A Publication of Humanities Tennessee

Beyond Monumental Figures

Finding history in the ordinary

Back in 2018, when Jarvis R. Givens was researching the book that became I’ll Make Me a World: The 100-Year Journey of Black History Month, he came across a bound set of letters in the Jackson State University archives. All dated 1949, they had been written by African American teachers who described school life in Mississippi, revealing “stories from their social worlds that went beyond the names of monumental figures or details about iconic events,” rendering “vivid descriptions that would otherwise be forgotten.”

Photo: Camilla Greenwell

That Givens, a professor of education and founding director of the Black Teacher Archive at Harvard, would be intrigued by letters written by ordinary teachers is unsurprising. In both I’ll Make Me a World and one of his previous books, American Grammar: Race, Education, and the Building of a Nation, he privileges those who are not famous, pursuing “deeper knowledge of human complexity” found in “lesser known scenes in history.”

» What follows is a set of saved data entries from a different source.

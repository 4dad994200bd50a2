/** Bringing plants in from a file: bad lines named, good ones kept or all refused, nothing half-written. */
import { expect, test, type Page } from '@playwright/test'
import { ask, signIn, watchConsole } from './support/demo'

const ownPlants = () => ask<{ botanical: string }>("select botanical from plants where studio_id is not null and botanical like 'Fictus%' order by botanical").map(({ botanical }) => botanical)

/** The template's own line under other names, with the cells given changed. */
async function fileOf(page: Page, rows: Record<string, string>[]): Promise<string> {
  const [head, example] = (await (await page.request.get('/api/plants/import/template')).text()).trim().split('\r\n') as [string, string]
  const columns = head.split(',')
  const cells = example.split(',')
  return [head, ...rows.map((row) => columns.map((column, i) => row[column] ?? cells[i]).join(','))].join('\r\n')
}

test('bad lines are named by line and column, and the person chooses', async ({ page }) => {
  const complaints = watchConsole(page)
  await signIn(page, 'designer')
  await page.goto('/plants/import')
  const text = await fileOf(page, [
    { botanical: "Fictus bonus 'One'", common: 'first' },
    { botanical: "Fictus malus 'Two'", common: 'second', height_min: 'tall' },
    { botanical: "Fictus bonus 'Three'", common: 'third', habit: 'wobbly' },
    { botanical: "Fictus bonus 'Four'", common: 'fourth' },
  ])
  await page.getByLabel('Choose a file').setInputFiles({ name: 'plants.csv', mimeType: 'text/csv', buffer: Buffer.from(text) })
  await page.getByRole('button', { name: 'Look it over' }).click()
  const problems = page.getByRole('region', { name: 'Lines with problems' }).getByRole('row')
  await expect(problems.filter({ hasText: 'height_min' })).toContainText('3')
  await expect(problems.filter({ hasText: 'habit' })).toContainText('4')
  expect(ownPlants(), 'looking writes nothing').toEqual([])

  await page.getByRole('radio', { name: /Refuse all/ }).check()
  await expect(page.getByRole('button', { name: /^Bring in/ })).toHaveCount(0)
  await page.getByRole('radio', { name: /Keep the good lines/ }).check()
  await page.getByRole('button', { name: 'Bring in 2 plants' }).click()
  await expect(page.getByRole('status').filter({ hasText: '2 plants brought in, 2 lines left out' })).toBeVisible()
  expect(ownPlants()).toEqual(["Fictus bonus 'Four'", "Fictus bonus 'One'"])

  // What came in is found by name at once.
  await page.goto('/plants?q=fictus+bon')
  await expect(page.getByRole('row').filter({ hasText: 'Fictus bonus' })).toHaveCount(2)
  expect(complaints).toEqual([])
})

test('a file that is none of plants is refused in a sentence', async ({ page }) => {
  await signIn(page, 'designer')
  await page.goto('/plants/import')
  await page.getByLabel('Or paste it').fill('name;price\nrose;12')
  await page.getByRole('button', { name: 'Look it over' }).click()
  await expect(page.getByRole('status').filter({ hasText: 'This file cannot be brought in as it is.' })).toBeVisible()
  await expect(page.getByRole('button', { name: /^Bring in/ })).toHaveCount(0)
})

It’s this focus on “lesser known scenes” that distinguishes I’ll Make Me a World from more traditional scholarly approaches to documenting the past. Judging from its subtitle, one might expect the book to present a chronological story of how historian Carter G. Woodson established “Negro History Week” in February 1926 and how it became “Black History Month” during the American bicentennial in 1976 — “dreamed up, pieced together, and sustained by a narratively condemned people” who recognized “how racist storylines based on whitewashed conceptions of history were used to justify their oppression.”

One might also expect the book to be infused with well-known names: Frederick Douglass, W.E.B. Du Bois, Dr. Martin Luther King Jr., Rosa Parks. They’re here, but so is Givens’ beloved preschool teacher, Miss Butterfield, who taught Givens and his classmates to recite excerpts from King’s “I’ve Been to the Mountaintop” speech, using methods she had been taught growing up in the Jim Crow South to convey “her memory of a feeling associated with the words” to students too young to read.

Givens puts “black memory workers” at the heart of his story, referring to those who “bear witness” through “a collective process, a historical enterprise forged by and through community.” This work began during slavery, when those who could do so wrote about their lives, while others passed down stories orally and through ritual, ensuring that “historical perspectives emerged from the terrain of black consciousness” as a counternarrative to histories that maligned them.

Much of I’ll Make Me a World interrogates the various forms memory work has taken. This includes artistic endeavors, such as When Truth Gets a Hearing, a play written by educator and historian Nannie Helen Burroughs in the 1920s. In the play, a character named Justice presides over a courtroom where “the Negro” — a term more commonly used then — is to be judged. Those testifying in support include Truth, Grace, Mercy, and History, while the opposing side is presented by a character called Prejudice. The play “provided an entryway to black history for those who might not engage other forms, such as essays and traditional history books” around the time Black History Week was first introduced, Givens says. Originally presented at Burroughs’ National Training School for Women and Girls in Washington, D.C., When Truth Gets a Hearing was later produced elsewhere to wide acclaim, with Du Bois traveling to see it inside a packed theater in Philadelphia.

Givens is particularly good at letting unexpected connections between details guide his insights. Before reading the Mississippi teachers’ letters from 1949, he knew that segregated schools often shared buildings with churches, but until he read one by a teacher named Miss Jones, he hadn’t realized what that meant. Not only was weekly cleaning and rearranging of desks expected of teachers, but they had to make accommodations when a funeral was held during the school week. “Miss Jones’s story forced me to sit with the deeper meaning of the history I was pursuing, namely that there was and continues to be a distinctive intimacy between death and black memory work in African American social life,” Givens writes.

This insight had meaning in his own life. Not long after the small boy recited King’s “mountaintop” speech at his preschool, he was called upon to use the skills he’d learned in Miss Butterfield’s class to recite the Lord’s Prayer at the funeral for his 22-year-old father, who had been shot and killed in Long Beach, California. “Like many before me, my first lessons in black history became equipment for living.”

Givens ends the book with a chapter titled “Where Do We Go from Here?” His answer to the question is largely historiographical, focusing on the ways that history is conceived and articulated. The path forward, he concludes, is for ordinary people to develop a historical consciousness based as much on everyday life as iconic names and events. It’s an insight he attributes indirectly to Miss Butterfield, whose gold wristwatch fascinated him. “As a preschool student I could not tell time, but I was marked by time nonetheless; marked by social relations and events of the past even before my name had ever been spoken.”

Beyond Monumental Figures

Jane Marcellus is a writer and professor whose published work includes critical analysis, journalism, and literary nonfiction.